-- Task to carry out --
Using the data beneath, show every line that includes the word "three".

+++ Input for this task +++

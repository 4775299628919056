"""Pictures: written, the same twice, with the panels that there is something to show in, whatever the model."""

from __future__ import annotations

import xml.etree.ElementTree as ElementTree
from pathlib import Path
from typing import Any

import numpy as np
import pytest

from realize.errors import InputError, UsageError
from realize.models import (
    DeadTime,
    FrequencyResponse,
    Model,
    PoleResidue,
    Sections,
    Signal,
    StateSpace,
    TimeBase,
    TransferFunction,
    ZeroPoleGain,
)
from realize.reports.plots import draw, figure_of, page_settings
from realize.testing.scenario import bench_axis, bench_axis_truth

SAMPLED = TimeBase(domain="sampled", period=0.001)
LAG = TransferFunction(numerator=[1.0], denominator=[0.1, 1.0])
PAIR = StateSpace(A=[[0.0, 1.0], [-4.0, -0.2]], B=[[0.0], [1.0]], C=[[1.0, 0.0]])


def grown(outputs: int, inputs: int) -> StateSpace:
    random = np.random.default_rng(outputs * 10 + inputs)
    A = np.array([[-0.1, 3.0, 0, 0], [-3.0, -0.1, 0, 0], [0, 0, -20.0, 0], [0, 0, 0, -0.5]])
    return StateSpace(A=A, B=random.normal(size=(4, inputs)), C=random.normal(size=(outputs, 4)))


def data_at(frequency: list[float], unit: str = "Hz", **more: Any) -> FrequencyResponse:
    values = 1 / (1 + 1j * np.array(frequency))[:, None, None]
    return FrequencyResponse(frequency=frequency, frequency_unit=unit, response=values, **more)


def page(entries: list[tuple[str, Model]], **options: Any) -> Any:
    """Return the figure, not rendered."""
    with page_settings():
        return figure_of(entries, **options)


def titles(figure: Any) -> list[str]:
    return [axes.get_title(loc="left") for axes in figure.axes]


def panel(figure: Any, start: str) -> Any:
    return next(axes for axes in figure.axes if axes.get_title(loc="left").startswith(start))


CASES: dict[str, list[tuple[str, Model]]] = {
    "one channel": [("lag", LAG)],
    "one input, three outputs": [("plant", grown(3, 1))],
    "three by three": [("full", grown(3, 3))],
    "order 0": [("gain", StateSpace(A=np.zeros((0, 0)), B=np.zeros((0, 1)), C=np.zeros((1, 0)), D=[[-2.0]]))],
    "a constant": [("gain", TransferFunction(numerator=[3.0], denominator=[1.0]))],
    "zero": [("zero", TransferFunction(numerator=[0.0], denominator=[1.0, 1.0]))],
    "zero against something": [("zero", TransferFunction(numerator=[0.0], denominator=[1.0, 1.0])), ("lag", LAG)],
    "poles at zero": [("integrators", TransferFunction(numerator=[1.0, 2.0], denominator=[1.0, 3.0, 0.0, 0.0]))],
    "only integrators": [("integrators", TransferFunction(numerator=[1.0], denominator=[1.0, 0.0, 0.0]))],
    "improper": [("derivative", TransferFunction(numerator=[1.0, 0.0, 0.0], denominator=[1.0, 1.0]))],
    "undamped": [("osc", ZeroPoleGain(zeros=[5j, -5j], poles=[2j, -2j], gain=1.0))],
    "sampled": [("sampled", TransferFunction(numerator=[0.1], denominator=[1.0, -1.6, 0.9, 0.0], time=SAMPLED))],
    "sampled and continuous": [
        ("continuous", ZeroPoleGain(zeros=[], poles=[-10.0], gain=10.0)),
        ("sampled", ZeroPoleGain(zeros=[], poles=[0.99], gain=0.01, time=SAMPLED)),
    ],
    "far outside the circle": [("z", ZeroPoleGain(zeros=[], poles=[50.0, -0.5], gain=1.0, time=SAMPLED))],
    "a single line": [("line", data_at([10.0])), ("lag", LAG)],
    "a single line alone": [("line", data_at([10.0]))],
    "a line at zero": [("line", data_at([0.0])), ("lag", LAG)],
    "data in rad/s": [("data", data_at([1.0, 2.0, 5.0], "rad/s")), ("more", data_at([2.0, 5.0, 7.0], "rad/s"))],
    "data that share no line": [("data", data_at([1.0, 2.0])), ("more", data_at([3.0, 4.0]))],
    "noise-free deviation": [("data", data_at([1.0, 2.0], deviation=np.zeros((2, 1, 1)))), ("lag", LAG)],
    "sections": [("filter", Sections(sections=[[[0.0, 0.0, 1.0], [1.0, 0.1, 1.0]]], gain=2.0))],
    "repeated residues": [
        ("double", PoleResidue(poles=[-1.0, -1.0], powers=[1, 2], residues=[[[1.0]], [[2.0]]], direct=[[0.0]]))
    ],
    "the ends of the doubles": [("wide", ZeroPoleGain(zeros=[], poles=[-1e-300, -1e300], gain=1e300))],
    "tiny": [("tiny", TransferFunction(numerator=[1e-300], denominator=[1.0, 1e-300]))],
    "decimals beyond doubles": [
        (
            "exact",
            TransferFunction(
                numerator=[1.0], denominator=[np.inf, 1.0], decimals={"denominator": {(0, 0, 0): "1e400"}}
            ),
        )
    ],
    "dead time": [
        ("late", LAG.with_(dead_time=DeadTime(inputs=(2.0,), outputs=(0.0,), channels=((0.0,),)))),
        ("prompt", LAG),
    ],
    "many repeated poles": [("(s+1)^20", ZeroPoleGain(zeros=[], poles=[-1.0] * 20, gain=1.0))],
    "unstable": [("rocket", StateSpace(A=[[2.0, 0], [0, -3000.0]], B=[[1.0], [1.0]], C=[[1.0, 1.0]]))],
    "descriptor": [("rows", PAIR.with_(E=np.diag([1.0, 0.0])))],
    "equal models": [("a", LAG), ("b", LAG)],
    "twelve": [(f"model {k}", TransferFunction(numerator=[1.0], denominator=[1.0, 0.1 + k, 4.0])) for k in range(12)],
}


@pytest.mark.parametrize("name", CASES)
def test_every_kind_of_plant_has_a_picture(name: str, tmp_path: Path) -> None:
    path = tmp_path / "page.svg"
    draw(CASES[name], path, title=name)
    root = ElementTree.parse(path).getroot()
    assert root.tag == "{http://www.w3.org/2000/svg}svg"
    text = path.read_text(encoding="utf-8")
    assert "nan" not in text.lower().split("<defs>")[-1] and " inf" not in text


def test_png_is_a_png_and_the_same_twice(tmp_path: Path) -> None:
    entries = [("line", data_at([1.0, 2.0, 3.0])), ("lag", LAG)]
    first, second = tmp_path / "one.png", tmp_path / "two.PNG"
    draw(entries, first, title="Bench")
    draw(entries, second, title="Bench")
    content = first.read_bytes()
    assert content[:8] == b"\x89PNG\r\n\x1a\n" and content[-8:-4] == b"IEND"
    assert content == second.read_bytes()
    assert b"Software" not in content and b"tEXt" not in content
    assert sorted(entry.name for entry in tmp_path.iterdir()) == ["one.png", "two.PNG"]


def test_svg_is_the_same_twice_and_carries_no_date(tmp_path: Path) -> None:
    for name in ("one.svg", "two.svg"):
        draw([("pair", PAIR), ("lag", LAG)], tmp_path / name)
    content = (tmp_path / "one.svg").read_bytes()
    assert content == (tmp_path / "two.svg").read_bytes()
    assert b"<dc:date>" not in content and b"matplotlib.org" not in content.split(b"<defs>")[-1]


def test_the_settings_of_the_caller_neither_matter_nor_change(tmp_path: Path) -> None:
    import matplotlib

    draw([("lag", LAG)], tmp_path / "plain.svg")
    with matplotlib.rc_context({"lines.linewidth": 9.0, "axes.facecolor": "red", "svg.hashsalt": "other"}):
        before = dict(matplotlib.rcParams)
        draw([("lag", LAG)], tmp_path / "theirs.svg")
        assert dict(matplotlib.rcParams) == before
    assert (tmp_path / "plain.svg").read_bytes() == (tmp_path / "theirs.svg").read_bytes()


def test_no_global_figure_manager_is_used() -> None:
    import subprocess
    import sys

    code = (
        "import sys, realize.reports, realize.reports.plots as p\n"
        "assert 'matplotlib' not in sys.modules and 'rich' not in sys.modules\n"
        "from realize.models import TransferFunction as T\n"
        "with p.page_settings(): p.rendered(p.figure_of([('a', T(numerator=[1.0], denominator=[1.0, 1.0]))]), 'svg')\n"
        "assert 'matplotlib.pyplot' not in sys.modules"
    )
    subprocess.run([sys.executable, "-W", "error", "-c", code], check=True, timeout=60)


def test_panels_appear_only_where_there_is_something_to_show() -> None:
    data, truth = ("data", bench_axis(2)), ("truth", bench_axis_truth())
    assert len(page([data]).axes) == 4  # magnitude and phase of two channels
    assert len(page([truth]).axes) == 5  # and the poles
    both = page([data, truth])
    assert len(both.axes) == 6 and "Difference from data" in titles(both)
    assert len(page([("pair", PAIR)]).axes) == 4
    assert "Hankel singular values" in titles(page([("pair", PAIR)]))
    assert "Hankel singular values" not in titles(page(CASES["unstable"]))
    assert "Hankel singular values" not in titles(page(CASES["poles at zero"]))
    assert len(page(CASES["order 0"]).axes) == 2
    mixed = titles(page(CASES["sampled and continuous"]))
    assert any("s-plane" in title for title in mixed) and any("z-plane" in title for title in mixed)


def test_more_than_six_channels_are_counted_in_words() -> None:
    figure = page(CASES["three by three"])
    assert sum("→" in title for title in titles(figure)) == 6
    assert "6 of 9 channels are drawn" in figure.get_supxlabel()


def test_names_and_units_stand_on_the_axes() -> None:
    figure = page([("data", bench_axis(1))])
    assert titles(figure)[0] == "motor torque → motor speed"
    assert "(rad/s)/(N*m)" in figure.axes[0].get_ylabel()
    assert "(m/s^2)/(N*m)" in figure.axes[2].get_ylabel()


def test_names_that_no_font_or_formula_parser_would_like(tmp_path: Path) -> None:
    model = LAG.with_(inputs=[Signal("$\\frac{", "--\u0007>")], outputs=[Signal("名前 ]]> & <b>\n", "1")])
    draw([("$x_{\u200b\x1b[31m", model), ("x" * 300, LAG)], tmp_path / "odd.svg", title="$\\bad{ -- 题")
    ElementTree.parse(tmp_path / "odd.svg")


def test_the_hankel_singular_values_are_right_and_given_ones_win() -> None:
    # 1/(s + 1) with b = c = 1: Gramians 1/2, Hankel singular value 1/2
    lag = StateSpace(A=[[-1.0]], B=[[1.0]], C=[[1.0]])
    line = panel(page([("lag", lag)]), "Hankel").lines[0]
    assert line.get_ydata()[0] == pytest.approx(np.log10(0.5), rel=1e-12)
    line = panel(page([("lag", lag)], hankel={"lag": [100.0, 10.0, 0.0]}), "Hankel").lines[0]
    assert line.get_ydata().tolist() == [2.0, 1.0]
    sampled = StateSpace(A=[[0.5]], B=[[1.0]], C=[[1.0]], time=SAMPLED)  # b c / (1 - a^2) = 4/3
    line = panel(page([("lag", sampled)]), "Hankel").lines[0]
    assert line.get_ydata()[0] == pytest.approx(np.log10(4 / 3), rel=1e-12)


def test_magnitude_phase_and_band_are_those_of_the_model() -> None:
    figure = page([("lag", LAG)], band=(1.0, 100.0))
    x, level = figure.axes[0].lines[0].get_data()
    w = 2 * np.pi * 10**x
    assert w[0] == pytest.approx(1.0) and w[-1] == pytest.approx(100.0)
    assert np.allclose(level, -10 * np.log10(1 + (0.1 * w) ** 2), atol=1e-9)
    assert np.allclose(figure.axes[1].lines[0].get_ydata(), -np.degrees(np.arctan(0.1 * w)), atol=1e-9)
    assert figure.axes[0].get_xlim() == pytest.approx((np.log10(1 / 2 / np.pi), np.log10(100 / 2 / np.pi)))


def test_peaks_are_found_however_narrow() -> None:
    for damping in (1e-2, 1e-5, 1e-8):
        model = TransferFunction(numerator=[1.0], denominator=[1.0, 2 * damping, 1.0])
        level = page([("light", model)]).axes[0].lines[0].get_ydata()
        assert np.max(level) == pytest.approx(-20 * np.log10(2 * damping), abs=0.1)


def test_sampled_models_end_at_half_the_rate() -> None:
    x = page(CASES["sampled"]).axes[0].lines[0].get_xdata()
    assert 10 ** x[-1] == pytest.approx(500.0, rel=1e-9)


def test_phase_with_dead_time_is_a_straight_line_on_top() -> None:
    figure = page(CASES["dead time"])
    late, prompt = figure.axes[1].lines
    w = 2 * np.pi * 10 ** late.get_xdata()
    assert np.allclose(late.get_ydata(), -np.degrees(np.arctan(0.1 * w)) - np.degrees(2.0 * w), rtol=1e-9)
    w = 2 * np.pi * 10 ** prompt.get_xdata()
    assert np.allclose(prompt.get_ydata(), -np.degrees(np.arctan(0.1 * w)), atol=1e-9)


def test_data_points_lie_on_the_branch_of_the_model() -> None:
    figure = page([("data", bench_axis(3)), ("truth", bench_axis_truth())])
    for below in (figure.axes[1], figure.axes[3]):
        points, line = below.lines
        distance = points.get_ydata() - np.interp(points.get_xdata(), *line.get_data())
        assert np.max(np.abs(distance)) <= 181


def test_the_difference_is_relative_to_the_first_entry() -> None:
    larger = LAG.with_(numerator=[1.25])
    assert 10 ** panel(page([("a", LAG), ("b", larger)]), "Difference").lines[0].get_ydata() == pytest.approx(0.25)
    assert 10 ** panel(page([("b", larger), ("a", LAG)]), "Difference").lines[0].get_ydata() == pytest.approx(0.2)
    truth = bench_axis_truth()
    data = bench_axis(1)
    line = panel(page([("data", data), ("truth", truth)]), "Difference").lines[0]
    gap = np.linalg.norm(data.response - truth.evaluate(1j * data.radians), axis=(1, 2))
    assert 10 ** line.get_ydata() == pytest.approx(gap / np.linalg.norm(data.response, axis=(1, 2)), rel=1e-9)


def test_what_cannot_be_drawn_is_said() -> None:
    assert "no frequency in common" in page(CASES["data that share no line"]).get_supxlabel()
    assert "no difference" in page(CASES["equal models"]).get_supxlabel()
    assert "0 Hz" in page(CASES["a line at zero"]).get_supxlabel()
    assert any("identically zero" in t.get_text() for t in page(CASES["zero"]).axes[0].texts)
    assert "2 of 3 lines" in page([("data", data_at([1.0, 2.0, 3.0]))], band=(5.0, 7.0)).get_supxlabel()
    units = [("a", LAG.with_(inputs=[Signal("u", "V")])), ("b", LAG.with_(inputs=[Signal("u", "mV")]))]
    assert "Units differ: V in a, mV in b" in page(units).get_supxlabel()


@pytest.mark.parametrize("name", ["page", "page.pdf", "page.png.txt", ".png", "-", ""])
def test_other_suffixes_are_wrong_usage(name: str, tmp_path: Path) -> None:
    with pytest.raises(UsageError, match=r"\.png or \.svg"):
        draw([("lag", LAG)], str(tmp_path / name) if name not in ("-", "") else name)
    assert not list(tmp_path.iterdir())


def test_wrong_requests_are_refused_in_words(tmp_path: Path) -> None:
    path = tmp_path / "page.svg"
    with pytest.raises(UsageError, match="at least one model"):
        draw([], path)
    with pytest.raises(UsageError, match="at most 12"):
        draw([("lag", LAG)] * 13, path)
    with pytest.raises(UsageError, match="1 inputs and 2 outputs"):
        draw([("lag", LAG), ("two", bench_axis_truth())], path)
    for band in ((2.0, 1.0), (0.0, 1.0), (1.0, np.inf), (np.nan, 1.0)):
        with pytest.raises(UsageError, match="band"):
            draw([("lag", LAG)], path, band=band)
    with pytest.raises(UsageError, match="half the sampling rate"):
        draw(CASES["sampled"], path, band=(1e4, 1e5))
    with pytest.raises(InputError, match="folder"):
        draw([("lag", LAG)], tmp_path / "nowhere" / "page.svg")
    assert not list(tmp_path.iterdir())


def test_no_label_lies_on_another() -> None:
    """Titles, legend and notes of a full page, measured after the layout: no two of them overlap."""
    from matplotlib.backends.backend_agg import FigureCanvasAgg

    entries = [(f"a model with a long name, number {k}", grown(1, 3)) for k in range(5)]
    entries.append(("sweep", FrequencyResponse(frequency=[0.0, 1.0], frequency_unit="Hz", response=np.ones((2, 1, 3)))))
    with page_settings():
        figure = figure_of(entries, title="A page with everything on it")
        canvas = FigureCanvasAgg(figure)
        canvas.draw()
        renderer = canvas.get_renderer()
        boxes = [figure.legends[0].get_window_extent(renderer)]
        boxes += [axes._left_title.get_window_extent(renderer) for axes in figure.axes if axes.get_title(loc="left")]
        boxes += [text.get_window_extent(renderer) for text in (figure._supxlabel,) if text is not None]
        for k, box in enumerate(boxes):
            assert not any(box.overlaps(other) for other in boxes[k + 1 :])
        assert boxes[0].x1 <= figure.bbox.x1 and boxes[0].y1 <= figure.bbox.y1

+++

-- Response --
    "one input, three outputs": [("plant", grown(3, 1))],
    "three by three": [("full", grown(3, 3))],
    figure = page(CASES["three by three"])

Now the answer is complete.